Threats to wild dogs
The African wild dog has declined dramatically over the past 30 years. Between 3,000 and 5,000 wild dogs remain in total and most of these are in southern and eastern Africa. The pressures that bear directly on the survival of wildlife species such as the African wild dog can be attributed broadly to a slow but continuous loss of wilderness habitat and the concurrent decline of wildlife populations that depended on those habitats. Additionally, as competition for resources increases with a rapidly growing human population, the frequency of conflict with people escalates, resulting in damaging perceptions and the persecution of wildlife, while at the same time the threat of domestic-animal diseases becomes increasingly pronounced.

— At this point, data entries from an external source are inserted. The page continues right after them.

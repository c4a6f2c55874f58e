"""Large stacks are measured in chunks: the same bits as measured at once, bounded memory.

:func:`coarsen.observables.measure` takes the replicas a chunk at a time (several replicas
below ``structure._CHUNK_SITES`` sites, one above), and on a torus transforms each
configuration a block of rows at a time (``structure._BLOCK_ELEMENTS``). Both sizes are
module settings; here they are made small, so that a small stack goes through many chunks and
blocks, and the results must equal those of one chunk and one block bit for bit. The memory
test checks that measuring more replicas costs no more than their results: the transforms
and labels of one chunk are reused, never made for the whole stack.
"""

from __future__ import annotations

import tracemalloc

import numpy as np
import pytest

from coarsen.lattice import Lattice
from coarsen.observables import MeasurementGrid, measure, structure
from tests.helpers import random_spins

FIELDS = ("energy", "magnetization", "structure_factor", "correlation", "length",
          "domain_count", "largest_domain", "wall_energy", "bulk_energy")

CASES = [("chain", (40,), "periodic"), ("square", (12, 10), "periodic"),
         ("square", (12, 10), "open"), ("triangular", (9, 12), "periodic"),
         ("cubic", (4, 6, 5), "periodic")]


def _measure_all(spins, lattice, grid, order, threads):
    m = measure(spins, lattice, grid, temperature=1.1, order=order, threads=threads)
    return {name: getattr(m, name) for name in FIELDS}


@pytest.mark.parametrize("masked", [False, True])
@pytest.mark.parametrize("kind,size,boundary", CASES)
def test_a_stack_in_many_chunks_and_blocks_equals_one_chunk(kind, size, boundary, masked,
                                                            monkeypatch):
    rng = np.random.default_rng(71)
    lattice = Lattice(kind, size, boundary)
    mask = rng.random(lattice.shape) > 0.15 if masked else None
    grid = MeasurementGrid(lattice, mask)
    spins = random_spins(rng, 11, lattice, up_fraction=0.55)
    order = "neel" if lattice.bipartite and masked else "ferro"
    # defaults: every replica in one chunk (11 * N < 65536 sites), every row in one block
    assert len(structure.replica_chunks(11, lattice.n_sites)) == 1
    whole = _measure_all(spins, lattice, grid, order, threads=1)
    # a chunk of 2 replicas (the last one alone), one row per block, on 1 and 2 threads
    monkeypatch.setattr(structure, "_CHUNK_SITES", 2 * lattice.n_sites)
    monkeypatch.setattr(structure, "_BLOCK_ELEMENTS", 1)
    assert len(structure.replica_chunks(11, lattice.n_sites)) == 6
    for threads in (1, 2):
        chunked = _measure_all(spins, lattice, grid, order, threads)
        for name in FIELDS:
            np.testing.assert_array_equal(chunked[name], whole[name],
                                          err_msg=f"{name}, {threads} thread(s)")


def _traced_peak(function) -> int:
    tracemalloc.start()
    try:
        function()
        return tracemalloc.get_traced_memory()[1]
    finally:
        tracemalloc.stop()


def test_memory_of_a_stack_does_not_grow_with_its_size():
    """Peak traced memory (NumPy registers its arrays with tracemalloc) of measuring 12
    replicas minus that of 2: below one float32 field of one configuration. Measuring the
    stack at once would need at least 10 more such fields (and their spectra)."""
    rng = np.random.default_rng(72)
    lattice = Lattice("square", (512, 256))  # above 65536 sites: one replica per chunk
    grid = MeasurementGrid(lattice)
    spins = random_spins(rng, 12, lattice)
    measure(spins[:2], lattice, grid, temperature=1.0, threads=1)  # keeps the workspace
    small = _traced_peak(lambda: measure(spins[:2], lattice, grid, temperature=1.0,
                                         threads=1))
    large = _traced_peak(lambda: measure(spins, lattice, grid, temperature=1.0, threads=1))
    one_field = 4 * lattice.n_sites
    assert large - small < one_field, (small, large)
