"""``coarsen collapse`` and ``fit_collapse``: the JSON contract, the output dataset, tables,
ramp-scan families and bad input (exit status 2 with a one-line message)."""

from __future__ import annotations

import json

import numpy as np
import pytest
import xarray as xr

from coarsen.cli import main
from coarsen.dataset import open_dataset, write_dataset
from coarsen.fit import family_from_curves, fit_collapse


def _table(tmp_path, *, a=0.5, b=0.8, labels=(1.0, 2.0, 4.0, 8.0), seed=1, name="curves.csv"):
    rng = np.random.default_rng(seed)
    lines = ["# synthetic: y = s^a / (1 + (x s^-b)^2)", "parameter,x,y,y_err"]
    for s in labels:
        u = np.linspace(0.2, 4.0, 10)
        y = s ** a / (1 + u ** 2)
        e = 0.02 * y
        for xi, yi, ei in zip(u * s ** b, y + e * rng.standard_normal(u.size), e):
            lines.append(f"{float(s)!r},{float(xi)!r},{float(yi)!r},{float(ei)!r}")
    path = tmp_path / name
    path.write_text("\n".join(lines) + "\n")
    return path


def test_json_follows_the_contract(tmp_path, capsys):
    path = _table(tmp_path)
    assert main(["collapse", str(path), "--json", "--max-steps", "2000"]) == 0
    out = json.loads(capsys.readouterr().out)
    assert {"exponents", "quality", "converged"} <= set(out)
    assert set(out["exponents"]) == {"a", "b"}
    for summary in out["exponents"].values():
        assert {"median", "hdi68", "hdi95"} <= set(summary)
        assert summary["hdi95"][0] <= summary["hdi68"][0] <= summary["median"] \
            <= summary["hdi68"][1] <= summary["hdi95"][1]
    assert isinstance(out["quality"], float) and out["quality"] > 0
    assert isinstance(out["converged"], bool)
    assert out["exponents"]["a"]["hdi95"][0] < 0.5 < out["exponents"]["a"]["hdi95"][1]


def test_quick_output_dataset_and_printed_summary(tmp_path, capsys):
    path = _table(tmp_path)
    output = tmp_path / "collapse.nc"
    assert main(["collapse", str(path), "--quick", "-o", str(output)]) == 0
    text = capsys.readouterr().out
    assert "quality" in text and "Houdayer-Hartmann" in text and "wrote" in text
    ds = open_dataset(output)
    for name in ("master_curve", "master_curve_low95", "master_curve_high95", "rescaled_x",
                 "rescaled_y", "point_x", "quality"):
        assert name in ds
        assert ds[name].attrs["units"] and ds[name].attrs["long_name"]
    summary = json.loads(ds.attrs["summary"])
    assert set(summary["exponents"]) == {"a", "b"}
    assert np.all(ds["master_curve_low95"] <= ds["master_curve_high95"])


def test_fixed_exponent_is_reported_as_fixed(tmp_path, capsys):
    path = _table(tmp_path)
    assert main(["collapse", str(path), "--quick", "--json", "--fix", "a=0.5"]) == 0
    out = json.loads(capsys.readouterr().out)
    assert out["exponents"]["a"] == {"median": 0.5, "hdi68": [0.5, 0.5], "hdi95": [0.5, 0.5],
                                     "fixed": True}


def _ramp_scan():
    """A dataset shaped like a ramp scan: length (ramp_time, estimator, replica, time) with
    L = tau^a F(t / tau^b), a = 0.3, b = 1, F(u) = (1 + u)^0.5, 4 replicas of noise."""
    rng = np.random.default_rng(8)
    taus = np.array([100.0, 200.0, 400.0, 800.0])
    time = np.geomspace(10, 4000, 14)
    u = time[np.newaxis, :] / taus[:, np.newaxis]
    truth = taus[:, np.newaxis] ** 0.3 * np.sqrt(1 + u)
    values = truth[:, np.newaxis, np.newaxis, :] * np.exp(
        0.02 * rng.standard_normal((4, 4, 4, time.size)).transpose(1, 0, 2, 3))
    estimators = ["corr_zero", "corr_half", "sk_moment", "wall"]
    return xr.Dataset(
        {"length": (("ramp_time", "estimator", "replica", "time"), values,
                    {"units": "lattice spacings", "long_name": "domain length"})},
        coords={"ramp_time": taus, "estimator": estimators, "replica": np.arange(4),
                "time": time})


def test_family_across_ramp_times():
    fit = fit_collapse(_ramp_scan(), observable="length", quick=True)
    assert fit.form.name == "family" and fit.family.parameter_name == "ramp_time"
    assert abs(fit.exponents["a"]["median"] - 0.3) < 0.05, fit.exponents
    assert abs(fit.exponents["b"]["median"] - 1.0) < 0.1, fit.exponents


@pytest.mark.parametrize("content, message", [
    ("parameter,x,y,y_err\n1,1,1,0.1\n1,2,0.5,0.1\n", "at least two"),
    ("parameter,x,y,y_err\n1,1,nan,0.1\n1,2,0.5,0.1\n2,1,1,0.1\n2,2,1,0.1\n", "finite"),
    ("parameter,x,y\n1,1,1\n", "y_err"),
    ("parameter,x,y,y_err\n1,1,1,0\n1,2,1,0.1\n2,1,1,0.1\n2,2,1,0.1\n", "must be > 0"),
])
def test_bad_tables_exit_2_with_one_line(tmp_path, capsys, content, message):
    path = tmp_path / "bad.csv"
    path.write_text(content)
    assert main(["collapse", str(path), "--quick"]) == 2
    err = capsys.readouterr().err
    assert err.startswith("coarsen collapse: ") and message in err
    assert str(path) in err and err.count("\n") == 1


def test_bad_arrays_name_the_curve():
    with pytest.raises(ValueError, match="curve 1 .*mismatched shapes"):
        family_from_curves([(1.0, [1, 2, 3], [1, 2, 3], [0.1] * 3),
                            (2.0, [1, 2, 3], [1, 2], [0.1] * 3)])
    with pytest.raises(ValueError, match=r"curve 0 .*y\[1\] is nan"):
        family_from_curves([(1.0, [1, 2], [1, np.nan], [0.1] * 2),
                            (2.0, [1, 2], [1, 2], [0.1] * 2)])
    with pytest.raises(ValueError, match="fixed: 'n' is not an exponent of form 'power'"):
        fit_collapse([(1.0, [1, 2, 3], [1, 2, 3], [0.1] * 3),
                      (2.0, [1, 2, 3], [1, 2, 3], [0.1] * 3)], fixed={"n": 0.5}, quick=True)


def _tiny_dataset(times, replicas=2):
    r = np.arange(6.0)
    k = np.arange(5.0) * 0.3
    t = np.asarray(times, dtype=float)
    c = np.exp(-r[np.newaxis, :] / np.sqrt(t)[:, np.newaxis])
    length = np.broadcast_to(np.sqrt(t), (4, replicas, t.size)).copy()
    return xr.Dataset(
        {"correlation": (("time", "r"), c), "correlation_sem": (("time", "r"), 0.01 + 0 * c),
         "structure_factor": (("time", "k"), 1 + 0 * k[np.newaxis, :] + 0 * t[:, None]),
         "structure_factor_sem": (("time", "k"), 0.01 + 0 * k[np.newaxis, :] + 0 * t[:, None]),
         "length": (("estimator", "replica", "time"), length)},
        coords={"time": t, "r": r, "k": k, "replica": np.arange(replicas),
                "estimator": ["corr_zero", "corr_half", "sk_moment", "wall"]},
        attrs={"size": np.array([64, 64])})


def test_bad_datasets_exit_2(tmp_path, capsys):
    single = tmp_path / "single.nc"
    write_dataset(_tiny_dataset([100.0]), single)
    assert main(["collapse", str(single), "--quick"]) == 2
    assert "at least two" in capsys.readouterr().err
    nan = _tiny_dataset([100.0, 400.0])
    nan["correlation"][1, 3] = np.nan
    path = tmp_path / "nan.nc"
    write_dataset(nan, path)
    assert main(["collapse", str(path), "--quick"]) == 2
    err = capsys.readouterr().err
    assert "correlation at time 400, r = 3: value is NaN" in err and err.count("\n") == 1
    assert main(["collapse", str(path), "--observable", "length"]) == 2
    assert "ramp_time" in capsys.readouterr().err
    assert main(["collapse", str(tmp_path / "missing.nc")]) == 2
    assert "no such file" in capsys.readouterr().err
    assert main(["collapse", str(single), "--form", "wobbly"]) == 2
    assert "--form" in capsys.readouterr().err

Wild dogs range widely so that even those within protected areas often contact human activity outside the reserve boundaries. Outside the protected areas, wild dogs face persecution by man that is often linked to the unfounded negative attitudes and images connected with the wild dog. As a general rule, African wild dogs are thought to be dangerous, vicious, and problematic. Personal injury is non-existent and loss of livestock from wild dogs is infrequent. However, wild dogs that come into contact with local farmers are either shot or poisoned due to the hostility and fear most people feel toward them. Furthermore, wild dogs are also frequently found, inside and outside of reserve boundaries, dead from snares and vehicle accidents.

Wild dogs that are in contact with human activity are also threatened by domestic-animal diseases. The constant social contact, such as that described during the hunting rally, between all wild dogs in a pack means that any virus, once started in a pack, will quickly and effectively spread to all the dogs in the pack. Wild dog populations in Kenya and Tanzania were decimated by the rapid spread of disease between packs in the early 1990's. Viruses known to be fatal or cause significant mortality in wild dogs include rabies and canine distemper. Although protected areas are available to this endangered carnivore, the area of land devoted to wilderness and the wildlife populations that it supports is declining. As a result, the daily survival of individual wild dogs is growing steadily more difficult. Despite man's historical persecution of this fascinating canid, as well as its vulnerability to domestic dog diseases, the loss of habitat from expanding human populations ultimately puts the greatest pressure on the last of the continent's wild dogs. As land-use policies that will impact the remaining wildlife continue to be implemented, the long-term survival of the African wild dog hangs in uncertainty.